_Task objective_
The answer must be an exact reproduction of the lines from the start of the records below through the line containing "import java.io.IOException;", and nothing more.

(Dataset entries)

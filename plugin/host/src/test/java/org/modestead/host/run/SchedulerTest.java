package org.modestead.host.run;

import static org.junit.jupiter.api.Assertions.assertArrayEquals;
import static org.junit.jupiter.api.Assertions.assertEquals;
import static org.junit.jupiter.api.Assertions.assertFalse;
import static org.junit.jupiter.api.Assertions.assertInstanceOf;
import static org.junit.jupiter.api.Assertions.assertTimeoutPreemptively;
import static org.junit.jupiter.api.Assertions.assertTrue;

import com.fasterxml.jackson.databind.JsonNode;
import com.fasterxml.jackson.databind.ObjectMapper;
import java.io.IOException;
import java.nio.file.Files;
import java.nio.file.Path;
import java.time.Duration;
import java.util.ArrayList;
import java.util.List;
import java.util.concurrent.CountDownLatch;
import java.util.concurrent.CyclicBarrier;
import java.util.concurrent.TimeUnit;
import org.junit.jupiter.api.BeforeEach;
import org.junit.jupiter.api.Test;
import org.junit.jupiter.api.io.TempDir;
import org.modestead.engine.FitFault;
import org.modestead.host.FakeNode;
import org.modestead.host.TestWorkflows;
import org.modestead.host.output.Disk;
import org.modestead.host.workflow.RunPlan;
import org.modestead.nodes.contract.NodeCatalog;
import org.modestead.nodes.contract.NodeInputs;
import org.modestead.nodes.table.RowCursor;
import org.modestead.nodes.table.Table;

/** How a run goes: in parallel, past failures, stopped, from the cache; with nodes that only count and wait. */
class SchedulerTest {

    private static final long PATIENCE_SECONDS = 120;

    @TempDir
    Path folder;

    private final List<String> ran = new ArrayList<>();
    private final CyclicBarrier meeting = new CyclicBarrier(2);
    private final CountDownLatch begun = new CountDownLatch(1);
    private NodeCatalog nodes;

    @BeforeEach
    void catalog() {
        nodes = NodeCatalog.of(List.of(
                new FakeNode("source", (inputs, settings, context) -> note("source", settings.whole("level"))),
                new FakeNode("double", (inputs, settings, context) ->
                note("double", 2 * value(inputs, "a") * settings.whole("level"))),
                new FakeNode("sum", (inputs, settings, context) -> note("sum", value(inputs, "a") + value(inputs, "b"))),
                new FakeNode("meet", (inputs, settings, context) -> meet()),
                new FakeNode("fail", (inputs, settings, context) -> {
                    throw new FitFault("rank", "the rank 9 is above the 4 that the data hold", "choose at most 4");
                }),
                new FakeNode("defect", (inputs, settings, context) -> {
                    throw new IllegalStateException("a slip");
                }),
                new FakeNode("memory", (inputs, settings, context) -> {
                    throw new OutOfMemoryError("Java heap space");
                }),
                new FakeNode("wait", (inputs, settings, context) -> {
                    begun.countDown();
                    while (true) {
                        context.progress().checkCancelled();
                        Thread.onSpinWait();
                    }
                })));
    }

    @Test
    void stepsRunAfterTheirInputsAndWriteTheirTables() throws IOException {
        Path file = TestWorkflows.write(folder, List.of("c:sum", "a:source:{\"level\": 3}", "b:double"),
                List.of("a.table>b.a", "a.table>c.a", "b.table>c.b"));
        RunResult result = run(file, new CancelSwitch());
        assertEquals(RunResult.State.DONE, result.state());
        assertEquals(List.of("c", "a", "b"), List.copyOf(result.outcomes().keySet()), "outcomes are in file order");
        assertEquals("value\n9.0\n", Files.readString(folder.resolve("out/c/table.csv")));
        assertTrue(Files.readString(folder.resolve("out/report.html")).contains("The value is 9.0."));
    }

    @Test
    void independentStepsRunAtTheSameTime() throws IOException {
        Path file = TestWorkflows.write(folder, List.of("a:meet", "b:meet"), List.of());
        assertEquals(RunResult.State.DONE, run(file, new CancelSwitch()).state(), "each waits for the other");
    }

    @Test
    void theNumberOfThreadsDoesNotChangeTheResult() throws IOException {
        List<String> steps = new ArrayList<>(List.of("a:source:{\"level\": 2}"));
        List<String> links = new ArrayList<>();
        for (int i = 0; i < 12; i++) {
            steps.add("d" + i + ":double:{\"level\": " + i + "}");
            links.add((i < 4 ? "a" : "d" + (i - 4)) + ".table>d" + i + ".a");
        }
        RunPlan plan = TestWorkflows.plan(TestWorkflows.write(folder, steps, links), nodes);
        new WorkflowRunner(1, new ResultCache(0), Disk.REAL).run(plan, folder.resolve("one"), RunListener.NONE,
                new CancelSwitch());
        new WorkflowRunner(4, new ResultCache(0), Disk.REAL).run(plan, folder.resolve("four"), RunListener.NONE,
                new CancelSwitch());
        for (String name : RunRecord.filesOf(folder.resolve("one"))) {
            assertArrayEquals(Files.readAllBytes(folder.resolve("one").resolve(name)),
                    Files.readAllBytes(folder.resolve("four").resolve(name)), name);
        }
        assertEquals(RunRecord.filesOf(folder.resolve("one")), RunRecord.filesOf(folder.resolve("four")));
    }

    @Test
    void aFailureStopsWhatDependsOnItAndNothingElse() throws IOException {
        Path file = TestWorkflows.write(folder, List.of("bad:fail", "after:double", "later:double", "a:source", "b:double"),
                List.of("bad.table>after.a", "after.table>later.a", "a.table>b.a"));
        RunResult result = run(file, new CancelSwitch());
        assertEquals(RunResult.State.FAILED, result.state());
        assertEquals(List.of("step bad, rank: the rank 9 is above the 4 that the data hold; choose at most 4."),
                result.failures());
        assertEquals(new StepOutcome.Skipped("bad"), result.outcomes().get("later"));
        assertInstanceOf(StepOutcome.Done.class, result.outcomes().get("b"));
        assertTrue(Files.exists(folder.resolve("out/b/table.csv")));
        assertFalse(Files.exists(folder.resolve("out/after")));
        assertEquals("failed", record().path("state").asText());
    }

    @Test
    void aDefectAndExhaustedMemoryAreOneSentenceEach() throws IOException {
        RunResult result = run(TestWorkflows.write(folder, List.of("x:defect", "y:memory"), List.of()), new CancelSwitch());
        assertEquals("step x: an error in the program (IllegalStateException: a slip); please report it with the log.",
                result.failures().get(0));
        assertTrue(((StepOutcome.Failed) result.outcomes().get("x")).defect().isPresent());
        assertTrue(result.failures().get(1).matches("step y: the memory of \\d+ MB ran out; start Java with more, .*"),
                result.failures().get(1));
    }

    @Test
    void stoppingLeavesTheFolderAsItWas() throws Exception {
        Files.createDirectories(folder.resolve("out"));
        Files.writeString(folder.resolve("out/note.txt"), "old");
        Path file = TestWorkflows.write(folder, List.of("a:source", "w:wait", "z:double"), List.of("w.table>z.a"));
        CancelSwitch cancel = new CancelSwitch();
        Thread person = new Thread(() -> {
            await(begun);
            cancel.cancel("enough");
        });
        person.start();
        RunResult result = run(file, cancel);
        person.join();
        assertEquals(RunResult.State.STOPPED, result.state());
        assertEquals(List.of("note.txt"), list(folder.resolve("out")));
        assertEquals(List.of("out", "workflow.json"), list(folder), "nothing is left beside the folder");
    }

    @Test
    void aQueryThatComputesForLongStopsAtOnce() throws IOException {
        Files.writeString(folder.resolve("t.csv"), "time,flow\n0,1\n");
        Path file = TestWorkflows.write(folder, List.of("s:table-source:{\"path\": \"t.csv\"}",
                "q:table-query:{\"sql\": \"SELECT sum(a.i * b.i) AS n FROM range(9000000) a(i), range(9000000) b(i)\"}"),
                List.of("s.table>q.input"));
        CancelSwitch cancel = new CancelSwitch();
        RunListener person = new RunListener() {
            @Override
            public void started(String step) {
                // waits for the writing of the table, which is when the query computes
            }

            @Override
            public void progress(String step, double fraction, String message) {
                if (step.equals("q") && message.startsWith("writing")) {
                    new Thread(() -> cancel.cancel("enough")).start();
                }
            }

            @Override
            public void ended(String step, StepOutcome outcome) {
                // told by the result
            }
        };
        RunResult result = assertTimeoutPreemptively(Duration.ofSeconds(PATIENCE_SECONDS), () -> new WorkflowRunner(2,
                new ResultCache(0), Disk.REAL).run(TestWorkflows.plan(file, TestWorkflows.allNodes()), folder.resolve("out"),
                        person, cancel));
        assertEquals(RunResult.State.STOPPED, result.state());
        assertEquals(new StepOutcome.Stopped(), result.outcomes().get("q"));
        assertFalse(Files.exists(folder.resolve("out")));
    }

    @Test
    void changingOneSettingRunsOnlyWhatDependsOnIt() throws IOException {
        Path file = TestWorkflows.write(folder, List.of("a:source", "b:double:{\"level\": 2}", "c:double", "d:sum"),
                List.of("a.table>b.a", "a.table>c.a", "b.table>d.a", "c.table>d.b"));
        WorkflowRunner runner = new WorkflowRunner(2, new ResultCache(100), Disk.REAL);
        runner.run(TestWorkflows.plan(file, nodes), folder.resolve("out"), RunListener.NONE, new CancelSwitch());
        assertEquals(4, ran.size());
        ran.clear();
        RunResult again = runner.run(TestWorkflows.plan(file, nodes, "c.level=5"), folder.resolve("out"), RunListener.NONE,
                new CancelSwitch());
        assertEquals(List.of("double", "sum"), ran);
        assertTrue(((StepOutcome.Done) again.outcomes().get("b")).cached());
        assertEquals("value\n14.0\n", Files.readString(folder.resolve("out/d/table.csv")));
        ran.clear();
        runner.run(TestWorkflows.plan(file, nodes, "c.level=5"), folder.resolve("out"), RunListener.NONE,
                new CancelSwitch());
        assertEquals(List.of(), ran, "nothing changed, nothing runs, and the tables are written all the same");
        assertEquals("value\n14.0\n", Files.readString(folder.resolve("out/d/table.csv")));
    }

    @Test
    void theCacheKeepsNoMoreThanItsCapacity() throws IOException {
        Path file = TestWorkflows.write(folder, List.of("a:source", "b:double"), List.of("a.table>b.a"));
        WorkflowRunner runner = new WorkflowRunner(1, new ResultCache(1), Disk.REAL);
        for (int i = 0; i < 2; i++) {
            runner.run(TestWorkflows.plan(file, nodes), folder.resolve("out"), RunListener.NONE, new CancelSwitch());
        }
        assertEquals(List.of("source", "double", "source", "double"),
                ran, "the second result pushes the first out each time");
    }

    @Test
    void aChangedFileRunsAgainAndAnEqualOneDoesNot() throws IOException {
        Files.writeString(folder.resolve("t.csv"), "time,flow\n0,1\n");
        Path file = TestWorkflows.write(folder, List.of("s:table-source:{\"path\": \"t.csv\"}"), List.of());
        WorkflowRunner runner = new WorkflowRunner(1, new ResultCache(10), Disk.REAL);
        assertFalse(cached(runner, file));
        assertTrue(cached(runner, file));
        Files.writeString(folder.resolve("t.csv"), "time,flow\n0,2\n");
        assertFalse(cached(runner, file));
        assertEquals("time,flow\n0,2\n", Files.readString(folder.resolve("out/s/table.csv")));
    }

    @Test
    void theRecordTellsSettingsVersionsAndFiles() throws IOException {
        run(TestWorkflows.write(folder, List.of("a:source:{\"level\": 7}"), List.of()), new CancelSwitch());
        JsonNode record = record();
        assertEquals("done", record.path("state").asText());
        assertEquals(7, record.path("steps").path(0).path("settings").path("level").asInt());
        assertTrue(record.path("linear_algebra").asText().contains("EJML "), record::toString);
        assertTrue(record.path("versions").path("duckdb").asText().startsWith("v1."), record::toString);
        assertEquals("[\"a/table.csv\",\"report.html\"]", record.path("files").toString());
    }

    private boolean cached(WorkflowRunner runner, Path file) {
        RunResult result = runner.run(TestWorkflows.plan(file, TestWorkflows.allNodes()), folder.resolve("out"),
                RunListener.NONE,
                new CancelSwitch());
        return ((StepOutcome.Done) result.outcomes().get("s")).cached();
    }

    private RunResult run(Path file, CancelSwitch cancel) {
        return new WorkflowRunner(2, new ResultCache(0), Disk.REAL).run(TestWorkflows.plan(file, nodes),
                folder.resolve("out"),
                RunListener.NONE, cancel);
    }

    private JsonNode record() throws IOException {
        return new ObjectMapper().readTree(folder.resolve("out/run.json").toFile());
    }

    private double note(String name, double value) {
        synchronized (ran) {
            ran.add(name);
        }
        return value;
    }

    private double meet() {
        try {
            meeting.await(PATIENCE_SECONDS, TimeUnit.SECONDS);
            return 1;
        } catch (Exception alone) {
            throw new IllegalStateException("the other step did not come", alone);
        }
    }

    private static double value(NodeInputs inputs, String port) {
        try (RowCursor cursor = inputs.get(port, Table.class).open()) {
            cursor.next();
            return cursor.number(0);
        }
    }

    private static void await(CountDownLatch latch) {
        try {
            assertTrue(latch.await(PATIENCE_SECONDS, TimeUnit.SECONDS));
        } catch (InterruptedException interrupted) {
            throw new IllegalStateException(interrupted);
        }
    }

    private static List<String> list(Path path) throws IOException {
        try (var inside = Files.list(path)) {
            return inside.map(found -> found.getFileName().toString()).sorted().toList();
        }
    }
}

_Written answer_
filename plugin/host/src/test/java/org/modestead/host/run/SchedulerTest.java
package org.modestead.host.run;

import static org.junit.jupiter.api.Assertions.assertArrayEquals;
import static org.junit.jupiter.api.Assertions.assertEquals;
import static org.junit.jupiter.api.Assertions.assertFalse;
import static org.junit.jupiter.api.Assertions.assertInstanceOf;
import static org.junit.jupiter.api.Assertions.assertTimeoutPreemptively;
import static org.junit.jupiter.api.Assertions.assertTrue;

import com.fasterxml.jackson.databind.JsonNode;
import com.fasterxml.jackson.databind.ObjectMapper;
import java.io.IOException;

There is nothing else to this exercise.